Ma Rainey’s Black Bottom
Netflix’s adaptation of August Wilson’s play about ambition and racial tension during a 1927 blues recording session has some major problems, mostly revolving around the stage-friendly structure that has many of the characters speaking in long, self-declarative manifestoes, and the drama barreling from 0 to 100 in seconds in far too many scenes. But none of the problems are in the performances, which are mesmerizing — particularly Viola Davis as the famed blues singer of the title, and Boseman as the session player and songwriter who knows he’s talented enough for bigger and better things, if he can just convince the snobby white producers to back him.
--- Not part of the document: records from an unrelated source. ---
import type { StudyAnalysis } from "@/app/_worksheet/analysis";
import type { Sheet, SheetStock } from "@/db/sheet/sheet.schema";
import { exampleRun, exampleSheet } from "@/tests/example-sheet";

/** A⁻ at 10 mmol/L and B at 20 mmol/L with their counter-ion, and water; made up to 3000 µL. */
export function mixedSheet(change: Partial<Sheet> = {}): Sheet {
  const plain = exampleSheet();
  const species = plain.species.map((one) => ({
    ...one,
    charge: one.id === "P" ? 1 : one.id === "A" ? -1 : 0,
  }));
  return {
    ...plain,
    species,
    stocks: [
      exampleStock("a", 0, {
        contents: {
          A: { value: 0.01, standardUncertainty: 5e-5 },
          P: { value: 0.01, standardUncertainty: 5e-5 },
        },
      }),
      exampleStock("b", 1, { contents: { B: { value: 0.02, standardUncertainty: 1.2e-4 } } }),
      exampleStock("w", 2, { symbol: "", name: "water" }),
    ],
    mixing: {
      volumeUnit: "uL",
      markMicrolitre: 3000,
      deliveries: [
        { upToMicrolitre: 50, absoluteMicrolitre: 0.08, relative: 0 },
        { upToMicrolitre: null, absoluteMicrolitre: 0, relative: 0.005 },
      ],
    },
    runs: [
      exampleRun(
        0,
        {},
        { volumes: { a: 15, b: 300, w: 2685 }, enteredRate: { molarPerSecond: 1e-6, standardError: null } },
      ),
      exampleRun(1, { A: 2e-5, B: 1e-3 }, { volumes: { a: 6, b: 294, w: 2994 } }),
    ],
    ...change,
  };
}

export function exampleStock(id: string, position: number, change: Partial<SheetStock>): SheetStock {
  return {
    id,
    symbol: id.toUpperCase(),
    name: `solution of ${id}`,
    position,
    contents: {},
    dilution: null,
    lot: "",
    madeOn: "",
    howKnown: "",
    ...change,
  };
}

export const NO_ANALYSIS: StudyAnalysis = {
  hash: "",
  rule: null,
  runs: [],
  law: { status: "no-law", missing: "", fit: null },
  checks: [],
};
Produced by Denzel Washington, who mentored Boseman in his early years and paid for him to attend a prestigious acting program, the film feels like a showcase designed to show Davis’ and Boseman’s flexibility, range, and intensity. This was Boseman’s last movie, and he throws himself into it with delicious, frightening fervor, making a full meal out of every furious speech. —Tasha Robinson
Ma Rainey’s Black Bottom is available to stream on Netflix.